▶ **Work to complete**: Go over the data and copy out each line with "there" in it.

▶ **Given data**:
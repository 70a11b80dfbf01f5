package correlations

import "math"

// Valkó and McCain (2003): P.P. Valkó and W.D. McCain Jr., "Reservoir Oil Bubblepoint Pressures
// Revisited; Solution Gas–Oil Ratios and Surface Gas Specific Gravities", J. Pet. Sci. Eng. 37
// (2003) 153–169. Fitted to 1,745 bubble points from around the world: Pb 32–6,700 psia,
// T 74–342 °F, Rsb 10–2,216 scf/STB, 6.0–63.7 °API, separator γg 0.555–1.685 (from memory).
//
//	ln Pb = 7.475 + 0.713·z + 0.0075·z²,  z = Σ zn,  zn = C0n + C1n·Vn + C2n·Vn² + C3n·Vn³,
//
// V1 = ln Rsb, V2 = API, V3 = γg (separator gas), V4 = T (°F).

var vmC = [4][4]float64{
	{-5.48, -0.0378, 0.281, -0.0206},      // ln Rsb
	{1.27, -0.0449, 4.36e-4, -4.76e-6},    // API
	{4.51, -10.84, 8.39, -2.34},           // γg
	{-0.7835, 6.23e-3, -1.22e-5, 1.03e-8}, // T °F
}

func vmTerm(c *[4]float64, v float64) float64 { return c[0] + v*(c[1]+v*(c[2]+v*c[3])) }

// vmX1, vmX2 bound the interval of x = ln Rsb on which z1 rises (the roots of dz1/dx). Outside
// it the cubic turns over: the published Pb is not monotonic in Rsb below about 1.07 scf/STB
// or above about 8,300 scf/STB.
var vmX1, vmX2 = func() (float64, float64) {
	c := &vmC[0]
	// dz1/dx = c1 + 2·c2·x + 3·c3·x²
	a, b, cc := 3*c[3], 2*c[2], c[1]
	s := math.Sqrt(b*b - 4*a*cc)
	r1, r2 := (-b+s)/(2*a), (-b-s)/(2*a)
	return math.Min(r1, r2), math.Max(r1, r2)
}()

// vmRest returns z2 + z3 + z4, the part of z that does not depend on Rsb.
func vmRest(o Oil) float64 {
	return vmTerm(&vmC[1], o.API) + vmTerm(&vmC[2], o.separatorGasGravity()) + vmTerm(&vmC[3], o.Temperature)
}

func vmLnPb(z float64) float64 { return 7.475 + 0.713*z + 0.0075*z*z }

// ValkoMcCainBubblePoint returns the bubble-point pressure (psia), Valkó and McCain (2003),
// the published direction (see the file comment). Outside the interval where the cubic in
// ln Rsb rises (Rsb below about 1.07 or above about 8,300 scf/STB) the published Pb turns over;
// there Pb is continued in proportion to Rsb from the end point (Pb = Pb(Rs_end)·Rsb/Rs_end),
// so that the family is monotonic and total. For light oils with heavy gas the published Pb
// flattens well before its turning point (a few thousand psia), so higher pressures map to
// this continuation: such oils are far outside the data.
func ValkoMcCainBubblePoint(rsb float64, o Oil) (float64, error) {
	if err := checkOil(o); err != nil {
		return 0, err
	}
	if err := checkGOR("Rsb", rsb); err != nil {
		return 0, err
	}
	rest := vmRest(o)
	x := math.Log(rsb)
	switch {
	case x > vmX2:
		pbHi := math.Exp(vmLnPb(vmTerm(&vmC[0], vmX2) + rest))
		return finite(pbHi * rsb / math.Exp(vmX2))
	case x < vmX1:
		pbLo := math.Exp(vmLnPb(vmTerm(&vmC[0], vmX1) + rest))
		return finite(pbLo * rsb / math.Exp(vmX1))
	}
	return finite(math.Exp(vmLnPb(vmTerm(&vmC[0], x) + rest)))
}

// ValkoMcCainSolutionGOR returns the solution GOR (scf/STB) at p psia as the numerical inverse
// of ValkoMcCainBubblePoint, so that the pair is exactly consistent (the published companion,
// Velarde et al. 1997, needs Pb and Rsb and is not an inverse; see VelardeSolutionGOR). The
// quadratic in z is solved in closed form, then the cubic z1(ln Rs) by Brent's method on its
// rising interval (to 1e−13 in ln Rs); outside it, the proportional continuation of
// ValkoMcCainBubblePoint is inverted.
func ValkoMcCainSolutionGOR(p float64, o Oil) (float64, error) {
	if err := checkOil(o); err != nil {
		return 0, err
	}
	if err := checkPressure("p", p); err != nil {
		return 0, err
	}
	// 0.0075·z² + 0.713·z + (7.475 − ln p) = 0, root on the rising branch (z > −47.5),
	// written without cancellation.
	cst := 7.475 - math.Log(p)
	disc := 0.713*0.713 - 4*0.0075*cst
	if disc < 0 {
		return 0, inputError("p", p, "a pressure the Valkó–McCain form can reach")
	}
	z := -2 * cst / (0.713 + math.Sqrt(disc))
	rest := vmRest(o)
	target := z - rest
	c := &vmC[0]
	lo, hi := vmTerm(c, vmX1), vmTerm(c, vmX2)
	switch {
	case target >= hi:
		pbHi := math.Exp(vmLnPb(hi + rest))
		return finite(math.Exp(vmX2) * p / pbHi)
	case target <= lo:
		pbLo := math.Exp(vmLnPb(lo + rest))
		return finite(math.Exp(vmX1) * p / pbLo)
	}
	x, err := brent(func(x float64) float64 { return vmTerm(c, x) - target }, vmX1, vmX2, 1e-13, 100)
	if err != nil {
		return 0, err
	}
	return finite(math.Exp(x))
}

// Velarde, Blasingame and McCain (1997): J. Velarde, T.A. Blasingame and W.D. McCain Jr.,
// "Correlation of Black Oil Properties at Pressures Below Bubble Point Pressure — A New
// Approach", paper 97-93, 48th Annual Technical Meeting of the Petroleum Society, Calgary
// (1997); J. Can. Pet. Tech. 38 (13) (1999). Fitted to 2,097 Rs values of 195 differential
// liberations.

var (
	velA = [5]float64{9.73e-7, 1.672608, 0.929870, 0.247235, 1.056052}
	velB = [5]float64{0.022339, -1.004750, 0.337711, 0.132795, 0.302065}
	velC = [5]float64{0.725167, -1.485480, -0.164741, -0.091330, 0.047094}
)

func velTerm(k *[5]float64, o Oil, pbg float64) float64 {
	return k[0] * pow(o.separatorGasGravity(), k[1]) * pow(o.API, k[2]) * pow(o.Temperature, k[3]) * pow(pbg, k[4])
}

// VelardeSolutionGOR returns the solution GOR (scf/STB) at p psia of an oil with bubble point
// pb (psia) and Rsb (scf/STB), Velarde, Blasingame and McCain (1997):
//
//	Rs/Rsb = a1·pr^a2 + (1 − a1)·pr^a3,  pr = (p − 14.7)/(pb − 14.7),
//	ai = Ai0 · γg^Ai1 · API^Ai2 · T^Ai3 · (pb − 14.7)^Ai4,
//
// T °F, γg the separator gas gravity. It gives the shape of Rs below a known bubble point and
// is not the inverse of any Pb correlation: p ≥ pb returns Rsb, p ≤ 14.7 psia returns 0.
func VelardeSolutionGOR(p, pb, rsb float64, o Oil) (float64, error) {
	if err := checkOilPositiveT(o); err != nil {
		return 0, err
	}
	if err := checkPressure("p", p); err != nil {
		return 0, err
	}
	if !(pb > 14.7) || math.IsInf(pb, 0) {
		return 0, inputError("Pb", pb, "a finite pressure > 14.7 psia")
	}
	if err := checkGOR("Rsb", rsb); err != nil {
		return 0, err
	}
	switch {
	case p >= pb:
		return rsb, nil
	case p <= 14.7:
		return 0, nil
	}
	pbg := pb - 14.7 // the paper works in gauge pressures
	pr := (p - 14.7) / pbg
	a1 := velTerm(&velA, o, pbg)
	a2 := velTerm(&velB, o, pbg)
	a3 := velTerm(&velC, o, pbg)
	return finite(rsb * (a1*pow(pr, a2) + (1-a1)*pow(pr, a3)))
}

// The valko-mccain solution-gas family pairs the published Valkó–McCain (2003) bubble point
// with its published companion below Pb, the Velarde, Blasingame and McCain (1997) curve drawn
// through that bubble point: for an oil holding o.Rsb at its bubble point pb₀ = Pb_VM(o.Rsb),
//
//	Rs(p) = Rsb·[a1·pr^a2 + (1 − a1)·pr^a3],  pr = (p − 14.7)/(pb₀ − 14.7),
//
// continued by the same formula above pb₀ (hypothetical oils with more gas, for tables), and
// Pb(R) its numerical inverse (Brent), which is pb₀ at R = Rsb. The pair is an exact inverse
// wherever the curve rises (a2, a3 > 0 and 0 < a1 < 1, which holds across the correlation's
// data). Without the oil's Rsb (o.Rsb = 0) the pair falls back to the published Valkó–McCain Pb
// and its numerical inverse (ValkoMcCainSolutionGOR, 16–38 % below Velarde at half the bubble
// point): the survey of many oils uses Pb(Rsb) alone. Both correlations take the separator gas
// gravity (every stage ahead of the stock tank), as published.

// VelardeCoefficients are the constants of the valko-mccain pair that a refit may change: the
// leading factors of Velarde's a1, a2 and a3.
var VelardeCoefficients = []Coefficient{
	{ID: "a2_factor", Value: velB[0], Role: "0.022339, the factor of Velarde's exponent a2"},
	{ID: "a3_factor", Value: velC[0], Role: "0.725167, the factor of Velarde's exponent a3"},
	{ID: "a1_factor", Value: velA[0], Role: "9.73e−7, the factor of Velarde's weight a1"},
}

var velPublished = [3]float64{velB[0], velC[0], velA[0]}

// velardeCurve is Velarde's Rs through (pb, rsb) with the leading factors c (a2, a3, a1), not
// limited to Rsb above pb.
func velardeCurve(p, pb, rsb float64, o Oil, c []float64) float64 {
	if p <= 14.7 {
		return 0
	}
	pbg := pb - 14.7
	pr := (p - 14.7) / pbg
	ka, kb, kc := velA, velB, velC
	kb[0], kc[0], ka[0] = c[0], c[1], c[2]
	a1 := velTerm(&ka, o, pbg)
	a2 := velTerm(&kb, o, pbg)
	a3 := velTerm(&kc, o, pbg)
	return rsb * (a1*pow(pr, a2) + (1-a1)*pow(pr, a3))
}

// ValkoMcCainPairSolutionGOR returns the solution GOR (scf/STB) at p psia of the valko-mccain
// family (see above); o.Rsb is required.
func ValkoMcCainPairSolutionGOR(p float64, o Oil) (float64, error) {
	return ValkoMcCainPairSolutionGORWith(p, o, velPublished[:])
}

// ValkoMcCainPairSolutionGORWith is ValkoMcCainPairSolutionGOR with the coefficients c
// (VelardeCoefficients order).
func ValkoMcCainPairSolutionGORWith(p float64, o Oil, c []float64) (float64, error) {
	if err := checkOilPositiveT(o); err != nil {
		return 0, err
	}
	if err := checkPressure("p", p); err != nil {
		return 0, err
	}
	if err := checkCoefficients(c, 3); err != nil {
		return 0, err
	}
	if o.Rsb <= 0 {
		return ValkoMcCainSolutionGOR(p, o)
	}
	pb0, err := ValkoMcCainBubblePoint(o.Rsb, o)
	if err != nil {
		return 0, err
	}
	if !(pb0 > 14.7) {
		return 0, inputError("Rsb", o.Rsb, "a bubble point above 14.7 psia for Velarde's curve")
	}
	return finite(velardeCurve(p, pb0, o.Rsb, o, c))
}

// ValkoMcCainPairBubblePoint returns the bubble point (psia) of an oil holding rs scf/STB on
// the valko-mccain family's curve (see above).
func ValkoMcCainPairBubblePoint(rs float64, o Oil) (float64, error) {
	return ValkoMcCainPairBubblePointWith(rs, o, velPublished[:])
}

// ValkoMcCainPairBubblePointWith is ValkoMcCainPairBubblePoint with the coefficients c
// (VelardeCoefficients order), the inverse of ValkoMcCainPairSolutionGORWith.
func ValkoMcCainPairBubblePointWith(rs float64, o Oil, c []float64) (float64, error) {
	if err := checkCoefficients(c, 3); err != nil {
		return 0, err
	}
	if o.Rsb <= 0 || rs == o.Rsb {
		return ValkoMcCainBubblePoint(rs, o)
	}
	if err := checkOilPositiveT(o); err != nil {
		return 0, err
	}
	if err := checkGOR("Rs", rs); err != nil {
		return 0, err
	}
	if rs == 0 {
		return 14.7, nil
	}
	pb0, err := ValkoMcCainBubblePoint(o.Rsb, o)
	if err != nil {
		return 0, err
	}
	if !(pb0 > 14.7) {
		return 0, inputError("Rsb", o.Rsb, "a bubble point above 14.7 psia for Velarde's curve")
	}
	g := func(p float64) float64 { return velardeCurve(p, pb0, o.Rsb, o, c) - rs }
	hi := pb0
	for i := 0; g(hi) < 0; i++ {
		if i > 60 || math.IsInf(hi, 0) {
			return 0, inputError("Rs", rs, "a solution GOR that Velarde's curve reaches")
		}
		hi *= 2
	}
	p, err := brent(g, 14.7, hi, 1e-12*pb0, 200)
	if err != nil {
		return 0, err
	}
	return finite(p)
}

...

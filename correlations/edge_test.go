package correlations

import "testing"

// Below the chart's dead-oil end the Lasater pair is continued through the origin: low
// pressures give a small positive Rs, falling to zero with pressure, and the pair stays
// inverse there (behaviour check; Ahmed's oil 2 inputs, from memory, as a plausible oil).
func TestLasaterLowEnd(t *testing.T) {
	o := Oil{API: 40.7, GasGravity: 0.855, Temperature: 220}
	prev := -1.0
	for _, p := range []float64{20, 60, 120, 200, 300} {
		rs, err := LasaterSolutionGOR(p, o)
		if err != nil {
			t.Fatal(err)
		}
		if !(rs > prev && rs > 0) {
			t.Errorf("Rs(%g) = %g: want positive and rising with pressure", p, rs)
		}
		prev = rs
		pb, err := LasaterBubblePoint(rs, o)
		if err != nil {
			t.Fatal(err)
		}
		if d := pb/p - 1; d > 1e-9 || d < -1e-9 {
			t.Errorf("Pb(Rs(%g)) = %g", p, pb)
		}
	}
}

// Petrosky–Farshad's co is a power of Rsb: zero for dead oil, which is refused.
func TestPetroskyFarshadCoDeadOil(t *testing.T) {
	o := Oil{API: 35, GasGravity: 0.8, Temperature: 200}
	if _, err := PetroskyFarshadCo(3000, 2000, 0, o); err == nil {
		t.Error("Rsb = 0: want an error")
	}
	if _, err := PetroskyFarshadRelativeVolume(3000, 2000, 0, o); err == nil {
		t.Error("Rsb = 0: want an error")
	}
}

--

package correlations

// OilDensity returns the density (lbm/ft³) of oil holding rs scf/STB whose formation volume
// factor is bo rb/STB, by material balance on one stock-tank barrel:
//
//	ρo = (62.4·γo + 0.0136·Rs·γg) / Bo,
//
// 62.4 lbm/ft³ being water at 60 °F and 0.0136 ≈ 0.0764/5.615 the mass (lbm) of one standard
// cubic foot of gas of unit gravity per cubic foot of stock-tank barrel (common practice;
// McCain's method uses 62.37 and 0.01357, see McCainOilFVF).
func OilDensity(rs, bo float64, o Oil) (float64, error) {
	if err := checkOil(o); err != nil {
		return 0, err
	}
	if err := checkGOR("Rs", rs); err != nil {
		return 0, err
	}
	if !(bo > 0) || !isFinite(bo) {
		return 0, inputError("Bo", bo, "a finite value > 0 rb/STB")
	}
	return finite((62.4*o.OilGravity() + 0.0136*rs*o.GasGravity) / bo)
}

▶ **Completed task**:
// there Pb is continued in proportion to Rsb from the end point (Pb = Pb(Rs_end)·Rsb/Rs_end),
// inverse there (behaviour check; Ahmed's oil 2 inputs, from memory, as a plausible oil).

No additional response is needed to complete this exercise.